Passeggiando fra le sale di un museo o un sito archeologico spesso accade che, fermandoci a guardare le opere, non vediamo superfici scolpite o dipinte, ma Amore che abbraccia Psiche o Napoleone glorioso in sella al suo cavallo, come se queste avessero perso la loro sostanza originale di “oggetti” per animarsi nei personaggi rappresentati.

Nella sua produzione, Caterina spoglia l’Opera d’arte svelandone le varie stratificazioni nascoste dai colori, dal tempo e dalle interpretazioni degli osservatori.
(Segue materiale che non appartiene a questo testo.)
"""Cardinality regimes and the robustness of a choice to the analysis settings."""

from __future__ import annotations

from dataclasses import replace

import numpy as np
import pandas as pd

from harness.errors import ConfigError
from harness.stats._common import POOLED, ok_rows
from harness.stats._decision import decide


# -------------------------------------------------------------------- cardinality regimes
def cardinality_regime(max_cardinality, *, low: int = 10, high: int = 100) -> np.ndarray:
    """Map a dataset's largest categorical cardinality to ``low``/``medium``/``high``.

    ``low`` if < ``low``, ``high`` if > ``high``, ``medium`` otherwise (inclusive
    bounds); NaN cardinality gives ``"unknown"``.

    Raises
    ------
    ConfigError
        If ``low > high``.

    References
    ----------
    Thresholds: common practice, no source (defaults of this project).
    """
    if low > high:
        raise ConfigError(f"cardinality thresholds must satisfy low <= high; got low={low}, high={high}.")
    c = np.asarray(max_cardinality, dtype=float)
    return np.select([np.isnan(c), c < low, c > high], ["unknown", "low", "high"], default="medium")


def dataset_regimes(results: pd.DataFrame, *, low: int = 10, high: int = 100) -> pd.Series:
    """Cardinality regime of each dataset, from its ``max_cardinality`` column (max over rows).

    Returns
    -------
    Series
        Index ``dataset``, values ``low/medium/high/unknown``; ``unknown`` for every
        dataset when the column is absent.
    """
    if "max_cardinality" not in results.columns:
        ds = pd.Index(results["dataset"].unique(), name="dataset")
        return pd.Series("unknown", index=ds, name="regime")
    card = results.groupby("dataset")["max_cardinality"].max()
    return pd.Series(cardinality_regime(card.to_numpy(), low=low, high=high), index=card.index, name="regime")


ROBUSTNESS_COLUMNS = [
    "model",
    "axis",
    "slice",
    "n_datasets",
    "method",
    "choice",
    "verdict",
    "effect",
    "lower",
    "reachable",
    "agrees",
    "label",
]


def _slices(ok: pd.DataFrame, model: str, metric: str, metrics, regimes) -> list:
    """(axis, slice name, metric, datasets) of each slice, duplicates removed.

    Two slices are duplicates when they judge on the same metric over the same datasets
    (on one dataset every regime slice is the headline again).
    """
    mine = ok.loc[ok["model"] == model]
    head = tuple(sorted(mine["dataset"].unique()))
    out, seen = [], {(metric, head)}
    own = set(mine["primary_metric"].dropna()) if "primary_metric" in mine else set()
    if metric == POOLED and len(own) == 1:  # pooled over one task type: the same slice
        seen.add((own.pop(), head))
    for other in metrics:  # loop over metric names
        has = tuple(sorted(mine.loc[mine[other].notna(), "dataset"].unique())) if other in mine else ()
        if other != metric and len(has) and (other, has) not in seen:
            seen.add((other, has))
            out.append(("metric", other, other, has))
    for regime in ("low", "medium", "high"):  # loop over regimes
        ds = tuple(sorted(set(regimes.index[regimes == regime]) & set(head)))
        if ds and (metric, ds) not in seen:
            seen.add((metric, ds))
            out.append(("regime", regime, metric, ds))
    return out


def choice_robustness(results: pd.DataFrame, decisions, *, metrics=(), low: int = 10, high: int = 100) -> pd.DataFrame:
    """The decision rule rerun on each slice: another metric, or one cardinality regime.

    Exploratory and uncorrected for the number of slices: a slice where the rule picks
    another encoder shows that the choice depends on that setting. The rule's reference
    and numbers are those of the headline decision.

    Returns
    -------
    DataFrame
        Columns :data:`ROBUSTNESS_COLUMNS`; one row per model and distinct slice;
        ``verdict``, ``effect`` and ``lower`` belong to the slice's own choice (``"kept"``
        when it keeps the reference); ``reachable`` says whether any verdict could be
        reached at the slice's size (``Decision.reachable``).
    """
    ok = ok_rows(results)
    regimes = dataset_regimes(ok, low=low, high=high)
    rows = []
    for d in decisions:  # loop over models
        if not d.choice:
            continue
        rule = replace(d.rule, reference=d.reference)
        for axis, name, metric, ds in _slices(ok, d.model, d.metric, metrics, regimes):
            part = decide(ok.loc[ok["dataset"].isin(ds)], d.model, metric, rule)
            got = part.table.loc[part.choice[0]] if part.choice else None
            kept = got is None or not part.switch
            rows.append(
                {
                    "model": d.model,
                    "axis": axis,
                    "slice": name,
                    "n_datasets": part.n_datasets,
                    "method": part.method,
                    "choice": " | ".join(part.choice),
                    "verdict": "kept" if kept else got["verdict"],
                    "effect": np.nan if kept else got["effect"],
                    "lower": np.nan if kept else got["lower"],
                    "reachable": part.reachable,
                    "agrees": tuple(part.choice) == tuple(d.choice),
                    "label": "exploratory, uncorrected",
                }
            )
    return pd.DataFrame(rows, columns=ROBUSTNESS_COLUMNS)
Lo fa in maniera minuziosa, spesso ironica, studiando la consistenza fisica dei materiali e lasciandosi trasportare dalle percezioni sensoriali che riceve dall’oggetto, in una sorta di celebrazione della materia stessa. Non cerca il virtuosismo della tecnica o la manipolazione del materiale secondo la sua immaginazione. “Il mio intento è quello di rivelarne il corpo stesso nelle sue peculiarità, facendo in modo che l’opera sia sempre dipendente dai suoi mutamenti fisici.”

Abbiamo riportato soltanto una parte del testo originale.